Characteristics of fertility of Cmtm4 WT and KO male mice. No variance in testicular weight (A), sperm concentration (B) and serum testosterone level (C) between WT and KO mice was observed. Significantly reduced daily sperm production (D) and sperm motility (E, F, G) and increased abnormal sperm morphology (H, K) were observed in Cmtm4 KO mice compared with WT mice. In vitro fertility analyses showed a decreased percentage of induced acrosome reactions (I, M), the numbers in brackets represent the number of mice examined, and the decreased percentage of oocytes developed to two-cell stages. The numbers in brackets represent the number of WT oocytes used (J, L). Values are shown as mean ± S.D. a, curved back sperm head; b, bent sperm midpiece; WT, wild type; KO, knockout; VSL, straight line velocity; VCL, curvilinear velocity; Lines (E, F, G) indicate mean values, whiskers indicate standard deviation; Data were compared by one-way analysis of variance (ANOVA); *, p < 0.05; **, p < 0.01. Each bar represents 20 μm.

Fig. 5.

iTRAQ-based quantitative proteomic analysis of Cmtm4 KO mice testis. Flow chart of iTRAQ analysis of the mouse testicular proteome (A); Venn diagram of the current mouse testis proteome and a previously reported mouse germ cell proteome (B), and the current mouse testicular proteome and a previously reported mouse sperm proteome (C); broad functional analysis of the current mouse testicular proteome in GO terms of molecular functions (D) and biological processes (E).

Fig. 6.

Bioinformatic analysis of differentially expressed proteins in WT and Cmtm4 KO mice testes.

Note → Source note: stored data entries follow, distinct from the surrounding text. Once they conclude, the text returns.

"""Where each pixel of the grid lies in the galaxy, and quantities that vary with that."""

from __future__ import annotations

import math
from dataclasses import dataclass
from pathlib import Path

import numpy as np
from astropy.io import fits
from astropy.wcs import WCS
from numpy.typing import NDArray

from kspipe.conversions import Field
from kspipe.core.errors import Fault, GridError
from kspipe.kernels.geometry import disc_radius, position_offsets
from kspipe.maps.header import celestial_wcs
from kspipe.maps.stored import StoredImage
from kspipe.matching import Grid
from kspipe.recipe import Recipe
from kspipe.recipe.quantity import Measured
from kspipe.recipe.regions import RegionTable, radius_value
from kspipe.recipe.varying import ByRegion, OnMap, Profile, Varying

__all__ = ["Place", "spread"]

Array = NDArray[np.float64]
Mask = NDArray[np.bool_]


@dataclass(frozen=True)
class Place:
    """The grid, seen in the galaxy.

    Attributes
    ----------
    recipe : Recipe
    grid : Grid
    radius_kpc : (ny, nx) float64 array
        In the disc.
    """

    recipe: Recipe
    grid: Grid
    radius_kpc: Array

    @classmethod
    def of(cls, recipe: Recipe, grid: Grid) -> Place:
        """Work out the radii."""
        galaxy = recipe.galaxy
        radius = disc_radius(
            *grid.offsets_arcsec(),
            inclination_deg=galaxy.inclination.value,
            pa_deg=galaxy.position_angle.value,
        )
        return cls(recipe, grid, radius * galaxy.pc_per_arcsec / 1e3)

    def radius_in(self, unit: str) -> Array:
        """Radius in the disc in one of `kspipe.recipe.varying.RADIUS_UNITS`."""
        return self.radius_kpc / self.recipe.galaxy.kpc_per(unit)

    def region(self, name: str) -> Mask:
        """Pixels whose centres lie in a region of the recipe.

        Raises
        ------
        GridError
            If the region holds no pixel.
        """
        table = self.recipe.regions[name]
        inside = {"ring": self._ring, "ellipse": self._ellipse, "mask": self._mask}[table.shape](
            table, name
        )
        if not inside.any():
            raise GridError(Fault(f"regions.{name}", "no pixel of the grid lies in the region"))
        return inside

    def _ring(self, table: RegionTable, _name: str) -> Mask:
        bounds = [("inner", "0 kpc"), ("outer", "")]
        inside = np.ones(self.grid.shape, dtype=bool)
        for key, default in bounds:
            typed = getattr(table, key) or default
            if typed:
                value, unit = radius_value(typed)
                radius = self.radius_in(unit)
                inside &= radius >= value if key == "inner" else radius < value
        return inside

    def _ellipse(self, table: RegionTable, _name: str) -> Mask:
        centre = table.centre or self.recipe.galaxy.centre
        east, north = position_offsets(*self.grid.sky(), *centre.degrees)
        angle = math.radians(table.position_angle.value if table.position_angle else 0.0)
        along = east * math.sin(angle) + north * math.cos(angle)
        across = -east * math.cos(angle) + north * math.sin(angle)
        major = table.semi_major.value if table.semi_major else 1.0
        minor = table.semi_minor.value if table.semi_minor else 1.0
        return np.asarray(np.hypot(along / major, across / minor) <= 1.0)

    def _mask(self, table: RegionTable, name: str) -> Mask:
        path = table.mask or Path()
        mask = self.image(path, f"regions.{name}.mask", order="nearest-neighbor")
        return np.asarray(np.isfinite(mask) & (mask != 0))

    def image(self, path: Path, where: str, order: str = "bilinear") -> Array:
        """Interpolate an image on the grid; it is not smoothed.

        Raises
        ------
        GridError
            If it does not reach the galaxy.
        """
        # Its imports cost a second, and few recipes need it.
        from reproject import reproject_interp  # noqa: PLC0415

        image = StoredImage.find(path, None)
        wcs: WCS = celestial_wcs(image.header, f"{where}, {image}")
        hdu = fits.PrimaryHDU(image.read(), wcs.to_header())
        value, _ = reproject_interp(hdu, self.grid.wcs, shape_out=self.grid.shape, order=order)
        if not np.isfinite(value).any():
            raise GridError(Fault(where, f"{image} does not reach the galaxy"))
        return np.asarray(value, dtype=float)


def spread(quantity: Varying, place: Place, where: str) -> Field:
    """Put a quantity of the recipe on the grid.

    Parameters
    ----------
    quantity : Varying
    place : Place
    where : str
        Its full key.

    Returns
    -------
    Field
        A number stays one number. Beyond the rows of a table its last value holds, and pixels
        there are outside; so are those where a map is not possible, which become NaN.

    Raises
    ------
    GridError
        If a map or region does not reach the galaxy, or two regions overlap.
    """
    if isinstance(quantity, Measured):
        common = (np.asarray(quantity.error),) if quantity.error > 0 else ()
        return Field(np.asarray(quantity.value), common=common)
    if isinstance(quantity, OnMap):
        return _of_map(quantity, place, where)
    if isinstance(quantity, Profile):
        return _of_profile(quantity, place, where)
    return _of_regions(quantity, place, where)


def _of_map(quantity: OnMap, place: Place, where: str) -> Field:
    value = place.image(quantity.map, f"{where}.map")
    blank = ~np.isfinite(value)
    wrong = ~blank & ~quantity.kind.is_possible(value)
    if wrong.sum() == (~blank).sum():
        worst = float(np.median(value[~blank]))
        raise GridError(
            Fault(
                f"{where}.map",
                f"no pixel of {quantity.map} holds {quantity.kind.what} (median {worst:g})",
            )
        )
    value = np.where(blank | wrong, np.nan, value)
    notes = [f"{where}: map {quantity.map.name}, interpolated, not smoothed"]
    if wrong.any():
        notes.append(f"{where}: {int(wrong.sum())} pixels are not {quantity.kind.what}: blank")
    random: Array | None = None
    common: tuple[Array, ...] = ()
    if quantity.error is not None:
        error = place.image(quantity.error, f"{where}.error")
        if np.any(error < 0):
            raise GridError(Fault(f"{where}.error", f"{quantity.error} holds negative errors"))
        random = np.where(np.isfinite(error), error, np.where(np.isnan(value), 0.0, np.nan))
    if quantity.elsewhere is not None:
        filled = np.isnan(value)
        value = np.where(filled, quantity.elsewhere.value, value)
        notes.append(f"{where}: {quantity.elsewhere} in {int(filled.sum())} blank pixels")
        if random is not None:
            random = np.where(filled, 0.0, random)
        if quantity.elsewhere.error > 0:
            common = (np.where(filled, quantity.elsewhere.error, 0.0),)
    return Field(value, random, common, wrong, tuple(notes))


def _of_profile(quantity: Profile, place: Place, where: str) -> Field:
    radius = place.radius_in(quantity.per)
    rows = np.asarray(quantity.radius)
    value = np.interp(radius, rows, quantity.value)
    # Between two rows the value leans on both: the error of a row moves the pixels around it.
    common = tuple(
        np.interp(radius, rows, np.where(np.arange(rows.size) == i, error, 0.0))
        for i, error in enumerate(quantity.error)
        if error > 0
    )
    beyond = (radius < rows[0]) | (radius > rows[-1])
    note = f"{where}: table of {rows.size} radii in {quantity.per}"
    if beyond.any():
        note += f"; its end values in {int(beyond.sum())} pixels beyond it"
    return Field(value, None, common, beyond, (note,))


def _of_regions(quantity: ByRegion, place: Place, where: str) -> Field:
    start = quantity.elsewhere.value if quantity.elsewhere else np.nan
    value = np.full(place.grid.shape, start)
    free = np.ones(place.grid.shape, dtype=bool)
    common = []
    for name, number in quantity.regions.items():
        inside = place.region(name)
        twice = int(np.sum(inside & ~free))
        if twice:
            raise GridError(
                Fault(
                    f"{where}.regions",
                    f"{twice} pixels of {name} lie in a region before it, too",
                    "make the regions apart, or leave one out",
                )
            )
        free &= ~inside
        value[inside] = number.value
        if number.error > 0:
            common.append(np.where(inside, number.error, 0.0))
    if quantity.elsewhere and quantity.elsewhere.error > 0:
        common.append(np.where(free, quantity.elsewhere.error, 0.0))
    listed = ", ".join(f"{name} {number}" for name, number in quantity.regions.items())
    rest = f"{quantity.elsewhere} elsewhere" if quantity.elsewhere else "blank elsewhere"
    return Field(value, None, tuple(common), None, (f"{where}: {listed}; {rest}",))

Broad functional classification of downregulated proteins (A) and upregulated proteins (B) in KO mice, and biological processes enriched in downregulated proteins (C) and in upregulated proteins (D) in KO mice; interactional network between differential proteins and major biological processes of sperm function (E); tissue expression patterns of downregulated proteins (F) and upregulated proteins (G); testicular germ cell expression patterns of downregulated proteins (H) and upregulated proteins (I) in the normal mouse testis.

Fig. 7.

Western blotting (A, B) and immunohistochemical (C) analysis of PGK2, SORD, HSPA1L and HSPA9 in WT and Cmtm4 KO mice. The integrated optical density (IOD) ratio of target protein to ACTB was used to express the results of the Western blot analysis. Lines (C) indicate mean values, whiskers indicate standard deviation; Data were compared by Student's t test; *, p < 0.05; Each bar represents 50 μm.

Fig. 8.

iTRAQ-based quantitative proteomic analysis of Cmtm4 KO mice sperm. Flow chart of iTRAQ analysis of the mouse sperm proteome (A); Venn diagram of the current mouse sperm proteome and previously reported mouse sperm proteomes (B); broad function of current mouse sperm proteomes (C); enriched molecular functional analysis of downregulated (D) and upregulated proteins (E) in KO sperm.

Fig. 9.

Western blotting and immunofluorescence staining of selected proteins. Western blot analysis of H2A, H2B, H4, PRM1, PRM2. MYH11, ODF2, CFL1, TPM1, α-tubulin, β-tubulin, and ACTB serving as a control (A); quantification of blotting intensity is shown as ratio of normalized IOD of each band (KO/WT) (B); quantitative immunofluorescence of CMTM4 and ODF2 in WT and KO sperm (C), intensity was calculated by using Zeiss LSM 510 Meta software.